Voix du Paysan pour former et informer les citoyens : un engagement pour la justice sociale et climatique.
Le Sommet de la Jeunesse pour la Paix et la Justice Climatique, centré sur l’Afrique, s’impose comme une plateforme mondiale incontournable pour les jeunes engagés en faveur du climat et de la justice sociale. Ce rassemblement unique réunit des voix puissantes venues de différents continents pour réfléchir ensemble aux enjeux environnementaux planétaires, avec un focus particulier sur le continent africain. Le professeur Stefan Sommar (États-Unis) a ouvert le bal avec une présentation percutante sur L’état du climat mondial en 2025, soulignant les effets accélérés du dérèglement climatique sur les pays du Sud. À sa suite, Dr. Jackson Kisangani (RDC) a mis en lumière la situation critique de la République Démocratique du Congo, en exposant Comment le changement climatique détruit l’Afrique, à travers la déforestation, les inondations et l’insécurité alimentaire croissante.
Le sommet s’est également penché sur le rôle des citoyens dans la construction d’une paix durable face à la crise écologique. Tord Bjork, activiste suédois, a insisté sur le fait que La paix et la justice climatique ont besoin de tout le monde, en soulignant l’importance de la mobilisation citoyenne et des mouvements sociaux pour faire pression sur les décideurs. Dans cette même veine, Linda Charles Mapuda (Tanzanie) a brillamment démontré. Le pouvoir des femmes dans l’action climatique et la construction de la paix. Elle a encouragé une approche inclusive qui place les femmes et les jeunes filles au cœur des politiques climatiques, en tant que leaders de la résilience communautaire.
En rassemblant chercheurs, militants, jeunes leaders et citoyens de toutes les régions du monde, ce sommet trace une nouvelle voie vers une justice climatique fondée sur l’écoute, la collaboration et l’action transversale. Il affirme avec force que l’Afrique n’est pas seulement victime du changement climatique, mais aussi une terre d’innovation, de résistance et d’espoir pour l’humanité.

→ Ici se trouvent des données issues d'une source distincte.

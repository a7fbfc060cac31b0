package evaluate

import (
	"fmt"
	"testing"

	"almanac/spec"
)

// The exact index ranges of each fold, for expanding and sliding windows.
func TestPlanFolds(t *testing.T) {
	cases := []struct {
		name    string
		n       int
		b       spec.Backtest
		want    string
		dropped int
	}{
		{"expanding, step = horizon", 40, spec.Backtest{Folds: 3, Horizon: 6, Step: 6, MinTrain: 10, Window: spec.Expanding},
			"1:[0,22)→[22,28) 2:[0,28)→[28,34) 3:[0,34)→[34,40)", 0},
		{"expanding, step 1", 30, spec.Backtest{Folds: 4, Horizon: 3, Step: 1, MinTrain: 10, Window: spec.Expanding},
			"1:[0,24)→[24,27) 2:[0,25)→[25,28) 3:[0,26)→[26,29) 4:[0,27)→[27,30)", 0},
		{"sliding, default length", 40, spec.Backtest{Folds: 3, Horizon: 6, Step: 6, MinTrain: 10, Window: spec.Sliding},
			"1:[0,22)→[22,28) 2:[6,28)→[28,34) 3:[12,34)→[34,40)", 0},
		{"sliding, given length", 40, spec.Backtest{Folds: 3, Horizon: 6, Step: 6, MinTrain: 10, Window: spec.Sliding, WindowLength: 12},
			"1:[10,22)→[22,28) 2:[16,28)→[28,34) 3:[22,34)→[34,40)", 0},
		{"too short: as many folds as fit", 30, spec.Backtest{Folds: 5, Horizon: 6, Step: 6, MinTrain: 12, Window: spec.Expanding},
			"3:[0,12)→[12,18) 4:[0,18)→[18,24) 5:[0,24)→[24,30)", 2},
		{"no fold fits", 10, spec.Backtest{Folds: 2, Horizon: 6, Step: 6, MinTrain: 8, Window: spec.Expanding}, "", 2},
		{"sliding window longer than history", 30, spec.Backtest{Folds: 2, Horizon: 6, Step: 6, MinTrain: 5, Window: spec.Sliding, WindowLength: 20},
			"2:[4,24)→[24,30)", 1},
	}
	for _, c := range cases {
		folds, dropped := planFolds(c.n, c.b)
		got := ""
		for i, f := range folds {
			if i > 0 {
				got += " "
			}
			got += fmt.Sprintf("%d:[%d,%d)→[%d,%d)", f.Index, f.TrainStart, f.TrainEnd, f.TrainEnd, f.TestEnd)
			if f.TrainEnd-f.TrainStart < c.b.MinTrain {
				t.Errorf("%s: fold %d trains on %d < min_train %d", c.name, f.Index, f.TrainEnd-f.TrainStart, c.b.MinTrain)
			}
			if f.TestEnd > c.n || f.TrainEnd >= f.TestEnd {
				t.Errorf("%s: fold %d test window [%d,%d) outside the series", c.name, f.Index, f.TrainEnd, f.TestEnd)
			}
		}
		if got != c.want || dropped != c.dropped {
			t.Errorf("%s:\n got %s (dropped %d)\nwant %s (dropped %d)", c.name, got, dropped, c.want, c.dropped)
		}
	}
}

D’autres intervenants ont approfondi le lien entre climat et sécurité. Le chercheur indien Akhar Bandyopadhyay a captivé l’audience avec sa conférence Des machines de guerre à des avenirs verts : le désarmement comme justice climatique, plaidant pour un désarmement mondial afin de réorienter les ressources vers la transition écologique. Le Tanzanien Mghase Imanuel a, quant à lui, exploré les liens complexes entre conflits violents, changement climatique, paix et justice, appelant à intégrer la dimension climatique dans les processus de paix en Afrique. Ces interventions ont mis en évidence l’urgence d’unir les efforts au-delà des frontières pour une réponse globale et solidaire.